◆ DATA IN THIS EXERCISE ◆
=== Begin Enclosure ===

// npm run bench: throughput and peak memory on generated archives, beside a numpy/scipy peer (a benchmark, not a test).
import { execFileSync, spawnSync } from 'node:child_process';
import { mkdtempSync, readFileSync, rmSync, writeFileSync } from 'node:fs';
import { cpus, tmpdir, totalmem } from 'node:os';
import { dirname, join } from 'node:path';
import { fileURLToPath } from 'node:url';
import { BENCH_SCALE, makeBenchArchive, makeManyTinyRecordings } from './generate.js';

interface Measurement { seconds: number; samples: number; peakRssMB: number; scipy?: string }

const here = dirname(fileURLToPath(import.meta.url));
const repo = join(here, '..', '..');
const work = mkdtempSync(join(tmpdir(), 'quern-bench-'));
const say = (s: string) => process.stdout.write(s + '\n');

/** One run of quern in a fresh process (bench/measure.ts), so peak RSS is this run's alone; a fresh output folder unless one is given. */
function quern(archive: string, jobs: number, out = join(work, `out-${Math.random()}`), since?: string): Measurement & { recomputed: number; reused: number; recordings: number } {
  const text = execFileSync(process.execPath, [join(here, 'measure.js'), archive, out, String(jobs), ...(since ? [since] : [])], { encoding: 'utf8' });
  return JSON.parse(text.trim().split('\n').pop()!);
}

/** The numpy/scipy peer, where Debian's python3 with scipy is installed. */
function peer(archive: string): Measurement | null {
  const python = ['/usr/bin/python3', 'python3'].find((p) => spawnSync(p, ['-c', 'import scipy'], { stdio: 'ignore' }).status === 0);
  if (!python) return null;
  const r = spawnSync(python, [join(repo, 'bench', 'peer.py'), archive, String(BENCH_SCALE)], { encoding: 'utf8' });
  if (r.status !== 0) { say(`peer failed: ${r.stderr.trim().split('\n').pop()}`); return null; }
  return JSON.parse(r.stdout.trim().split('\n').pop()!);
}

const row = (label: string, m: Measurement) =>
  `  ${label.padEnd(46)} ${(m.samples / 1e6).toFixed(0).padStart(5)} M samples ${m.seconds.toFixed(2).padStart(7)} s ${(m.samples / m.seconds / 1e6).toFixed(2).padStart(7)} M samples/s ${m.peakRssMB.toFixed(0).padStart(6)} MB peak RSS`;

try {
  say(`quern bench — ${cpus()[0]?.model ?? 'unknown CPU'}, ${cpus().length} cores, ${(totalmem() / 2 ** 30).toFixed(0)} GiB, Node ${process.version}`);
  say('generating archives (16-bit PCM WAV, 4 channels at 25.6 kHz, declared as accelerometers)…');
  const statsOnly = 'statistics: {}\n';
  const short = join(work, 'short'), long = join(work, 'long'), full = join(work, 'full');
  makeBenchArchive(short, [{ name: 'short.wav', frames: 2_500_000 }], statsOnly); // 10 M samples in one recording
  makeBenchArchive(long, [{ name: 'long.wav', frames: 15_000_000 }], statsOnly); //  60 M samples in one recording
  makeBenchArchive(full, Array.from({ length: 8 }, (_, i) => ({ name: `r${i}.wav`, frames: 3_125_000 }))); // 100 M samples, 8 recordings

  say('\nstatistics only: memory does not grow with recording length');
  say(row('one recording, 10 M samples, --jobs 1', quern(short, 1)));
  say(row('one recording, 60 M samples, --jobs 1', quern(long, 1)));

  say('\nfull default feature set (schemas/reduction.default.yaml), envelope on every channel');
  const one = quern(full, 1);
  say(row('quern, --jobs 1', one));
  const cores = cpus().length, kept = join(work, 'kept');
  const all = quern(full, cores, kept);
  say(row(`quern, --jobs ${cores}`, all));
  say(`  --jobs ${cores} runs ${(one.seconds / all.seconds).toFixed(2)}× as fast as --jobs 1`);
  const p = peer(full);
  if (p) {
    say(row(`numpy/scipy peer (scipy ${p.scipy}, whole files)`, p));
    say(`  quern --jobs 1 runs ${((one.samples / one.seconds) / (p.samples / p.seconds)).toFixed(2)}× the peer's throughput`);
  } else {
    say('  (peer skipped: no python3 with scipy; apt-get install python3-scipy)');
  }

  say('\nre-runs into the same output folder (--jobs ' + cores + ')');
  const again = quern(full, cores, kept);
  say(row(`nothing changed (${again.recomputed} recomputed, ${again.reused} reused)`, again) + `  ${((again.seconds / all.seconds) * 100).toFixed(1)} % of the first run`);
  const spec = readFileSync(join(repo, 'schemas', 'reduction.default.yaml'), 'utf8');
  writeFileSync(join(full, 'reduction.yaml'), spec.replace('low_hz: 2500, high_hz: 4500', 'low_hz: 3000, high_hz: 5000'));
  const envelopeOnly = quern(full, cores, kept);
  say(row('envelope filter changed (envelope recomputed)', envelopeOnly) + `  ${((envelopeOnly.seconds / all.seconds) * 100).toFixed(1)} % of the first run`);

  const tinyCount = Number(process.env.QUERN_BENCH_TINY ?? 100_000);
  say(`\nan archive of ${tinyCount.toLocaleString('en')} small recordings over three years (statistics only, --jobs ${cores})`);
  const tiny = join(work, 'tiny'), tinyOut = join(work, 'tiny-out');
  makeManyTinyRecordings(tiny, tinyCount);
  const first = quern(tiny, cores, tinyOut);
  say(`  first reduction of all                         ${first.recordings} recordings ${first.seconds.toFixed(2).padStart(7)} s ${first.peakRssMB.toFixed(0).padStart(6)} MB peak RSS`);
  const nightly = quern(tiny, cores, tinyOut, '7d');
  say(`  nightly run, --since 7d (scan all, reduce none) ${nightly.recordings} recordings ${nightly.seconds.toFixed(2).padStart(7)} s ${nightly.peakRssMB.toFixed(0).padStart(6)} MB peak RSS`);
  const rescan = quern(tiny, cores, tinyOut);
  say(`  whole archive again, nothing changed           ${rescan.recordings} recordings ${rescan.seconds.toFixed(2).padStart(7)} s ${rescan.peakRssMB.toFixed(0).padStart(6)} MB peak RSS`);
} finally {
  rmSync(work, { recursive: true, force: true });
}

=== End Enclosure ===

Using the records above, write out exactly the lines between the one holding "const short = join(work, 'short'), long" and the one holding "60 M samples in one recording", inclusive; leave everything else out.

  const short = join(work, 'short'), long = join(work, 'long'), full = join(work, 'full');
  makeBenchArchive(short, [{ name: 'short.wav', frames: 2_500_000 }], statsOnly); // 10 M samples in one recording
  makeBenchArchive(long, [{ name: 'long.wav', frames: 15_000_000 }], statsOnly); //  60 M samples in one recording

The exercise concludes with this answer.